WHAT THE TASK REQUIRES – Reproduce word for word, from the entries below, the line with "swc_id: the point's SWC id.", the line with "path_um: float | None = None", and every line between them, and nothing more.

Items listed in a dataset
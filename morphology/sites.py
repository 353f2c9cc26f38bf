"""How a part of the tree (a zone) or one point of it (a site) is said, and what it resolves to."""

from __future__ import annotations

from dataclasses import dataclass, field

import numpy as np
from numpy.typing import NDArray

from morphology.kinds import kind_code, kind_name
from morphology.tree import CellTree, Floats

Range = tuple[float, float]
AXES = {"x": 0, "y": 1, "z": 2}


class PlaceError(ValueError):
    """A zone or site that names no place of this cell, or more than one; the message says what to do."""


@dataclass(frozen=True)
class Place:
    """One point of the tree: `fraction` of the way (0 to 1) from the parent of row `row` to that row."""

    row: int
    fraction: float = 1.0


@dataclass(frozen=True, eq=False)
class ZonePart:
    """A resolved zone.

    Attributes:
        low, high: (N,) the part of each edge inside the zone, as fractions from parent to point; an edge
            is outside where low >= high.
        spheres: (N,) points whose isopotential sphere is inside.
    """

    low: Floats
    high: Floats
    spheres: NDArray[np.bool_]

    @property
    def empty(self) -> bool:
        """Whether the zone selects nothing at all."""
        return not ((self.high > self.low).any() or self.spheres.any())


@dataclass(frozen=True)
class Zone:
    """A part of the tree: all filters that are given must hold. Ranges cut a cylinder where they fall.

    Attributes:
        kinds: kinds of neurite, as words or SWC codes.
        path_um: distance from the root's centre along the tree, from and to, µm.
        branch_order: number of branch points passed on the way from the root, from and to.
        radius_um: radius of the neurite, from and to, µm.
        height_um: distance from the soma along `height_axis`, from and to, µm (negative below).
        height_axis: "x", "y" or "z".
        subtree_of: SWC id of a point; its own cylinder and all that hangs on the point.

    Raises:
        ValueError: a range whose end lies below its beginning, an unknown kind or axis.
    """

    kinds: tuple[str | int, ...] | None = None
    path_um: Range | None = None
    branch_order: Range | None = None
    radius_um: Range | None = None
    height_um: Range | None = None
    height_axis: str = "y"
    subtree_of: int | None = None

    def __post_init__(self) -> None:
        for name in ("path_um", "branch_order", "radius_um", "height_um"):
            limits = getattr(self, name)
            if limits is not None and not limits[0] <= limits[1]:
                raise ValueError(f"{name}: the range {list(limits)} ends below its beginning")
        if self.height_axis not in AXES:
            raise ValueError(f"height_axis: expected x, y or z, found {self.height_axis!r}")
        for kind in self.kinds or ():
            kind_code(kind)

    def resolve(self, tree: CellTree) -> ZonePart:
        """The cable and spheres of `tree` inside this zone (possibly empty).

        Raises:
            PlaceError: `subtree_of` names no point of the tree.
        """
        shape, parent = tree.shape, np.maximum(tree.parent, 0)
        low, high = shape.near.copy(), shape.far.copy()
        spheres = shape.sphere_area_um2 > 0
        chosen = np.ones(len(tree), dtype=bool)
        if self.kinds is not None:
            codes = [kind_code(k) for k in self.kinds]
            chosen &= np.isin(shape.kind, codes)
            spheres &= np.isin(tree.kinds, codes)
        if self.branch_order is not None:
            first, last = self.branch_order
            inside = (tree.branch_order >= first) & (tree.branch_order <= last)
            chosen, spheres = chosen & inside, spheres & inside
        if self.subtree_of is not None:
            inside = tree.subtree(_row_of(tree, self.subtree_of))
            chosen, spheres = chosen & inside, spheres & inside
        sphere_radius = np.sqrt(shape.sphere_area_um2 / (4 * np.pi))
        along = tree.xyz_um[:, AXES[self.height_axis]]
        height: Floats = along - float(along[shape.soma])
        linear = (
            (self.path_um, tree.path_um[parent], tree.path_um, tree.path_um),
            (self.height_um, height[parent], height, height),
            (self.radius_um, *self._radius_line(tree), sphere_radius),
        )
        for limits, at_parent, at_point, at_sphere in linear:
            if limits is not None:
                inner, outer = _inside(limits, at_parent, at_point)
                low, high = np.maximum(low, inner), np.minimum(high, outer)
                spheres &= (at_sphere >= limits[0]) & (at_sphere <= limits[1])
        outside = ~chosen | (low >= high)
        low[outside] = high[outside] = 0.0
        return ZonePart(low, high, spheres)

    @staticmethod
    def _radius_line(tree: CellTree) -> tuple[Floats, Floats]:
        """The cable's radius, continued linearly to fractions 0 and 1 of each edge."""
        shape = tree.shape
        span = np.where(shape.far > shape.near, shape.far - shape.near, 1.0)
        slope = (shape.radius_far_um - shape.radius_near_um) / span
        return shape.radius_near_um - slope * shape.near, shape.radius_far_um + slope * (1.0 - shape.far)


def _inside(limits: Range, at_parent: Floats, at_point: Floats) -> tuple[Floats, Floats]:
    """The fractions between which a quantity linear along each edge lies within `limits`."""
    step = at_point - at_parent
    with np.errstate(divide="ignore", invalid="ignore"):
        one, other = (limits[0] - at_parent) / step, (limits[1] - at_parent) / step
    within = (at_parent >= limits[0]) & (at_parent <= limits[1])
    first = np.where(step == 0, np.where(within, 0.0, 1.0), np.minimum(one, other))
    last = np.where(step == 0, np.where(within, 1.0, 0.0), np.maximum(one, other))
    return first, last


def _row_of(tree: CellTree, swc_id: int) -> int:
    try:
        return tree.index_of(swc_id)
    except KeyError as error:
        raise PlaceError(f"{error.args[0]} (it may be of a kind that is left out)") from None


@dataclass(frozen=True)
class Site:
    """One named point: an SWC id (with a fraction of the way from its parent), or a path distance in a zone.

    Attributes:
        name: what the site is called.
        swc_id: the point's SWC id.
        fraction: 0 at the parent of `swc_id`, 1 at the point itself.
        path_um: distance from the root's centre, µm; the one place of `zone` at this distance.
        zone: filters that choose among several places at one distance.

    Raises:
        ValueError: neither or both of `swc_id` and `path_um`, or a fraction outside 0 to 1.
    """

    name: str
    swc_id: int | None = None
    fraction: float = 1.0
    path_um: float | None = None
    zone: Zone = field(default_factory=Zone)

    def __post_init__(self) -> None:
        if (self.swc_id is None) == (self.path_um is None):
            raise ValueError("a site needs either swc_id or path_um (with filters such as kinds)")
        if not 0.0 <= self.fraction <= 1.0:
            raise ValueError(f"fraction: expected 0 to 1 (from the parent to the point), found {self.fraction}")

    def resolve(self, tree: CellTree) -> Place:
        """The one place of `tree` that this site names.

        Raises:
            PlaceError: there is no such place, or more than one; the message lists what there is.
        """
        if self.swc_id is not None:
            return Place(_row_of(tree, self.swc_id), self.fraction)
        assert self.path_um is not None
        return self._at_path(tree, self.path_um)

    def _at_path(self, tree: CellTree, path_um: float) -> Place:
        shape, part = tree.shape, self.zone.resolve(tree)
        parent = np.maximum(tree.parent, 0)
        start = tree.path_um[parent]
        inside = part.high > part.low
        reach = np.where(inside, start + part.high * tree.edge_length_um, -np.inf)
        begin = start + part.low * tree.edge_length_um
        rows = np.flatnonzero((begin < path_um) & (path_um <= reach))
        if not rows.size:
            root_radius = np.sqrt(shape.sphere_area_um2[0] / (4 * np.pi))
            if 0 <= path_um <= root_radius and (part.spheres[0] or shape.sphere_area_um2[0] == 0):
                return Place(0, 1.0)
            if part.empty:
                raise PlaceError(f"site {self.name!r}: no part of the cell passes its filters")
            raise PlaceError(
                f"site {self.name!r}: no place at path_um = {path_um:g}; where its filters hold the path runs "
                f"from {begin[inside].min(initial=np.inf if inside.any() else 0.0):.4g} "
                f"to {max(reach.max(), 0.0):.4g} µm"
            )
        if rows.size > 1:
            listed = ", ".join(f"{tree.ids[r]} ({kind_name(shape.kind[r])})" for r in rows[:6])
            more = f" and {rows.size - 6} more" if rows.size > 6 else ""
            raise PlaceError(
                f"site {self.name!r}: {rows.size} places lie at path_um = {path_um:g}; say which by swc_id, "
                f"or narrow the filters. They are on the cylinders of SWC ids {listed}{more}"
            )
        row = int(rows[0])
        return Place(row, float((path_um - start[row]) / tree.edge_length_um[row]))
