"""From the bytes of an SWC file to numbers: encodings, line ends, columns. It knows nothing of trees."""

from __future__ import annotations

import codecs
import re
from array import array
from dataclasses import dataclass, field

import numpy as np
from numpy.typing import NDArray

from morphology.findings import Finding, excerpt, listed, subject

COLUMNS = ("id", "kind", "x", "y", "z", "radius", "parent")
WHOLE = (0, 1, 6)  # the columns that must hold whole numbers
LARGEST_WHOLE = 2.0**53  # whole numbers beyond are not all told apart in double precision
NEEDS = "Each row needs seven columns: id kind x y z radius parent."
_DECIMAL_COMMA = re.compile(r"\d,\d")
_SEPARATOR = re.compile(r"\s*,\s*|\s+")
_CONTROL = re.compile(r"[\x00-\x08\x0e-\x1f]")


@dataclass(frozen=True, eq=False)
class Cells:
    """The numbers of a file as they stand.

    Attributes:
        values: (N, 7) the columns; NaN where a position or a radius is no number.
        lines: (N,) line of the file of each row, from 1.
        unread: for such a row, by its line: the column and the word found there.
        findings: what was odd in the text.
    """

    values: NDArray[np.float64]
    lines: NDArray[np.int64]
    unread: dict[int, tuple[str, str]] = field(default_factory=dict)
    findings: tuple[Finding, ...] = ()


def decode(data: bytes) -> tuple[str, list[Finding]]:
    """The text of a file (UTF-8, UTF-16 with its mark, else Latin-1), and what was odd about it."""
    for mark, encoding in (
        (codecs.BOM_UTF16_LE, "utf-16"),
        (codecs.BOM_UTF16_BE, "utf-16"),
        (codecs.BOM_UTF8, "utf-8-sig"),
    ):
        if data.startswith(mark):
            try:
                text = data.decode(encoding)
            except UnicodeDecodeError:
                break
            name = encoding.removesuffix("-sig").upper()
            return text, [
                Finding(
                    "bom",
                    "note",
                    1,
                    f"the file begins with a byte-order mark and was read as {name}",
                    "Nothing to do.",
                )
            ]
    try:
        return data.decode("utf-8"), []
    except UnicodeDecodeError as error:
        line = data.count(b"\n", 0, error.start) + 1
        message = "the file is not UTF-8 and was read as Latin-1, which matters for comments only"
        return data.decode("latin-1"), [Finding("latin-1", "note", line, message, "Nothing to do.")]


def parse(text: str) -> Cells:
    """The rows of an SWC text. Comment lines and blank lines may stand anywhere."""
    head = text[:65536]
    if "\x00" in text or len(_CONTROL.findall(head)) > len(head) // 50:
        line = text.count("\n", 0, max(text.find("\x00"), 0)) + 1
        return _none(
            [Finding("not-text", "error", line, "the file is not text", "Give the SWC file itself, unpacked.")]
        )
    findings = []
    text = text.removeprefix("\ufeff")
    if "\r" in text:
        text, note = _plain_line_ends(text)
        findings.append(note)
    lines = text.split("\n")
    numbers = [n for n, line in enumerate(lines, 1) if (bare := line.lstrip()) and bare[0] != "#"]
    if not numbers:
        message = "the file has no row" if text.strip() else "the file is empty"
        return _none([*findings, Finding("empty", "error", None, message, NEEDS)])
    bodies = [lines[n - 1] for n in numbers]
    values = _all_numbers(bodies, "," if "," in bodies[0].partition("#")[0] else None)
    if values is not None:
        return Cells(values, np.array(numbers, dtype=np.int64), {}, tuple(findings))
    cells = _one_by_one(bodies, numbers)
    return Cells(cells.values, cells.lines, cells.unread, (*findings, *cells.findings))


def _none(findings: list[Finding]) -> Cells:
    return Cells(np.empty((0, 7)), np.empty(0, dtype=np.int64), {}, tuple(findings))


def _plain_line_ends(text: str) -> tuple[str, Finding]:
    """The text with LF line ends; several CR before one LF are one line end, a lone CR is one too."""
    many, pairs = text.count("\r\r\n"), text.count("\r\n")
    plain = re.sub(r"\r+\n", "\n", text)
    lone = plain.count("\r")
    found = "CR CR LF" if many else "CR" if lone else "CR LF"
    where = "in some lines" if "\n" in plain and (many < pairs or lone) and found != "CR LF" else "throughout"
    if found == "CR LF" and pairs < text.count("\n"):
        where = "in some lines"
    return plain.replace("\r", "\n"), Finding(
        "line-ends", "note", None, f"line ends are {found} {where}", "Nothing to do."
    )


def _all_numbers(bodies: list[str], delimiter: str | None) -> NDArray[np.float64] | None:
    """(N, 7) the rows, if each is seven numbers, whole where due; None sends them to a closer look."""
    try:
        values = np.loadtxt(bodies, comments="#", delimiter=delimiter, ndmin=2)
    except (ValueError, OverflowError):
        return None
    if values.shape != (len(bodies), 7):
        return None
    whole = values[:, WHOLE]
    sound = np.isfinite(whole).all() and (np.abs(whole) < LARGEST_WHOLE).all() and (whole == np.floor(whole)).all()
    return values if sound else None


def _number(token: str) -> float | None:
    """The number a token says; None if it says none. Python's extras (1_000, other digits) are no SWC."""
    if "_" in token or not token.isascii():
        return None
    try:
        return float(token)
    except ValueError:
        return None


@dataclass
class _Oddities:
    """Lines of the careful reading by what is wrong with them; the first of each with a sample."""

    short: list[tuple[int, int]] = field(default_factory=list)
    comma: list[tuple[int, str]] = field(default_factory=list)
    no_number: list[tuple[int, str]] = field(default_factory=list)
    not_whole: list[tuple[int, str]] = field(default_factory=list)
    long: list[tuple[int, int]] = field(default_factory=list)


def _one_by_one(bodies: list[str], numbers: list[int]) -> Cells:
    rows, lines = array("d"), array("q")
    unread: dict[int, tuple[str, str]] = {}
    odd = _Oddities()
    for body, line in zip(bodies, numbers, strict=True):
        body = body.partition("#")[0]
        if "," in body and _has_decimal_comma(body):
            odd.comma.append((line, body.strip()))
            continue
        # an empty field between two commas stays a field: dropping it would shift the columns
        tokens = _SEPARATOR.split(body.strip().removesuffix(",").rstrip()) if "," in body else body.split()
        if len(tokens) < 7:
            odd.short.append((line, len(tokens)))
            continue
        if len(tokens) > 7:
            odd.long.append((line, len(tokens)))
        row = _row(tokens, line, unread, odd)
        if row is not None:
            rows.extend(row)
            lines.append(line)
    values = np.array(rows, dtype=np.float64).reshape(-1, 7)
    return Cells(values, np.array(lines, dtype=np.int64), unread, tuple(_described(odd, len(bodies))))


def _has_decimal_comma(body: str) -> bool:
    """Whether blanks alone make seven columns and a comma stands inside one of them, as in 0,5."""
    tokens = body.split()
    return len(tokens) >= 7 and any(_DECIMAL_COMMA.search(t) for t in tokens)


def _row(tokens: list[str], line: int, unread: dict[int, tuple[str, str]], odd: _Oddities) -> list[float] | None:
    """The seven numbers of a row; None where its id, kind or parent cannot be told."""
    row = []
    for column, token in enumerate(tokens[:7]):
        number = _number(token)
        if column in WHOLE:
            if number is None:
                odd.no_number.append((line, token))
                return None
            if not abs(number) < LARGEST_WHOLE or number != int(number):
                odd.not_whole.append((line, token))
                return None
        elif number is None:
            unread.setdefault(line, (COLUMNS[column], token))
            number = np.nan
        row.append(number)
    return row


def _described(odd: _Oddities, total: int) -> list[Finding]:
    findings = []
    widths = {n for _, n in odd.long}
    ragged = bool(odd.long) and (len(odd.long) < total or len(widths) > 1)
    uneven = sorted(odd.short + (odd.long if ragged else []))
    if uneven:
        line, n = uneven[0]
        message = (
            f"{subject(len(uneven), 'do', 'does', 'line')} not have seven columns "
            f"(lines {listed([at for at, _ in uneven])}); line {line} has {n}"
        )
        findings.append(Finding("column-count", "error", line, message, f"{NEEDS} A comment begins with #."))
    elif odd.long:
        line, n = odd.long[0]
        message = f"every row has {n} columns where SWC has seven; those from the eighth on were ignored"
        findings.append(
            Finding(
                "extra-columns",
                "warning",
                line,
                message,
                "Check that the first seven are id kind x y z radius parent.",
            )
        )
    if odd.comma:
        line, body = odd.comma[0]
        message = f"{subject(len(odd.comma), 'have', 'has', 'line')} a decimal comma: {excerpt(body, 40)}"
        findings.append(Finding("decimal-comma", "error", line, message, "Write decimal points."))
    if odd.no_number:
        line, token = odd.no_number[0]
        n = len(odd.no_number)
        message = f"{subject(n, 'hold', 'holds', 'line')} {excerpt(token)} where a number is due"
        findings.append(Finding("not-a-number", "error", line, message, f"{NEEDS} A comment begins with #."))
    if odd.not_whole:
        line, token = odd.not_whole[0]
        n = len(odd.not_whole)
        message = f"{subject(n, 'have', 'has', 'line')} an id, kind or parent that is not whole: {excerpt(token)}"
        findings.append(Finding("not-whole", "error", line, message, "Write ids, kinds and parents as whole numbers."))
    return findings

---

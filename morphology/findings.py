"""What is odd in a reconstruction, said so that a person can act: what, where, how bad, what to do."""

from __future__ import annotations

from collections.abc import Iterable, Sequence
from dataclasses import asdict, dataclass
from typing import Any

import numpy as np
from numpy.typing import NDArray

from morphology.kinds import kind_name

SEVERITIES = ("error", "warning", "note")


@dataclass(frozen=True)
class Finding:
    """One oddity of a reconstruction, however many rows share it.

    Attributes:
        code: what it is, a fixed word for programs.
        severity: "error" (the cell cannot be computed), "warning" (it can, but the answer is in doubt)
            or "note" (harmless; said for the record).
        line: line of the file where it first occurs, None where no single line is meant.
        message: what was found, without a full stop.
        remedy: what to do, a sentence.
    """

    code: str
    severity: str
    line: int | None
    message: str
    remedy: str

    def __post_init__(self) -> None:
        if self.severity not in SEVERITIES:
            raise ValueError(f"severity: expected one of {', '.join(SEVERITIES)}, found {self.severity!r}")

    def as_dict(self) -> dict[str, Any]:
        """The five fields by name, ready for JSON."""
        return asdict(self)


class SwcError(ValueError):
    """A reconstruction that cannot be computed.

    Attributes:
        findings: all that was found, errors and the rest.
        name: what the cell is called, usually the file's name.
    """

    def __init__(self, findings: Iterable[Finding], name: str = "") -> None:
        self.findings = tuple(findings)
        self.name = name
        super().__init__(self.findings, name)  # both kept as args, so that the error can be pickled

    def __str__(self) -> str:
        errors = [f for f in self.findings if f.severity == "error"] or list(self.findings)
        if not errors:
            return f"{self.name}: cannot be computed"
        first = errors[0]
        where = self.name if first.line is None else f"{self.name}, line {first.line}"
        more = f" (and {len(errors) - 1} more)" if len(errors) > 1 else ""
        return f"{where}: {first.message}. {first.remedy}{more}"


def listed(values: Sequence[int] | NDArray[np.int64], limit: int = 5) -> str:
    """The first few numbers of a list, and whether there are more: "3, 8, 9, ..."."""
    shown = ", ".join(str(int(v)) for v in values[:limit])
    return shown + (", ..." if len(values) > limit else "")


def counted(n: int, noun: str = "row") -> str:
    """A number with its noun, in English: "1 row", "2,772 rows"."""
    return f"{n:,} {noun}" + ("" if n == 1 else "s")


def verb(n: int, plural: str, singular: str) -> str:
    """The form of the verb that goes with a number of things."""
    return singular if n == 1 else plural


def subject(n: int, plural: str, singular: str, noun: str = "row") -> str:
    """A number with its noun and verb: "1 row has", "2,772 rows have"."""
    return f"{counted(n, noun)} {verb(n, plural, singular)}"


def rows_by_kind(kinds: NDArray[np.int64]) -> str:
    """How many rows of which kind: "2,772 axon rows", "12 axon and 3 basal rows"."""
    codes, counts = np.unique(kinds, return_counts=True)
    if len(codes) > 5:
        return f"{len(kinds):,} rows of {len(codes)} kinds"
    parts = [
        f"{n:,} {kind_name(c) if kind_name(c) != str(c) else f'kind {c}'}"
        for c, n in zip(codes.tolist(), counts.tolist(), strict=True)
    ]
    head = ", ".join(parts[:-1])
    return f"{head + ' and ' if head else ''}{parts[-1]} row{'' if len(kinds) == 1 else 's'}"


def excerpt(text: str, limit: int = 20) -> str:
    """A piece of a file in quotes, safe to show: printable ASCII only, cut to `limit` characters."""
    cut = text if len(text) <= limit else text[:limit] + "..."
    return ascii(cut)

REPLY –
        swc_id: the point's SWC id.
        fraction: 0 at the parent of `swc_id`, 1 at the point itself.
        path_um: distance from the root's centre, µm; the one place of `zone` at this distance.
        zone: filters that choose among several places at one distance.

    Raises:
        ValueError: neither or both of `swc_id` and `path_um`, or a fraction outside 0 to 1.
    """

    name: str
    swc_id: int | None = None
    fraction: float = 1.0
    path_um: float | None = None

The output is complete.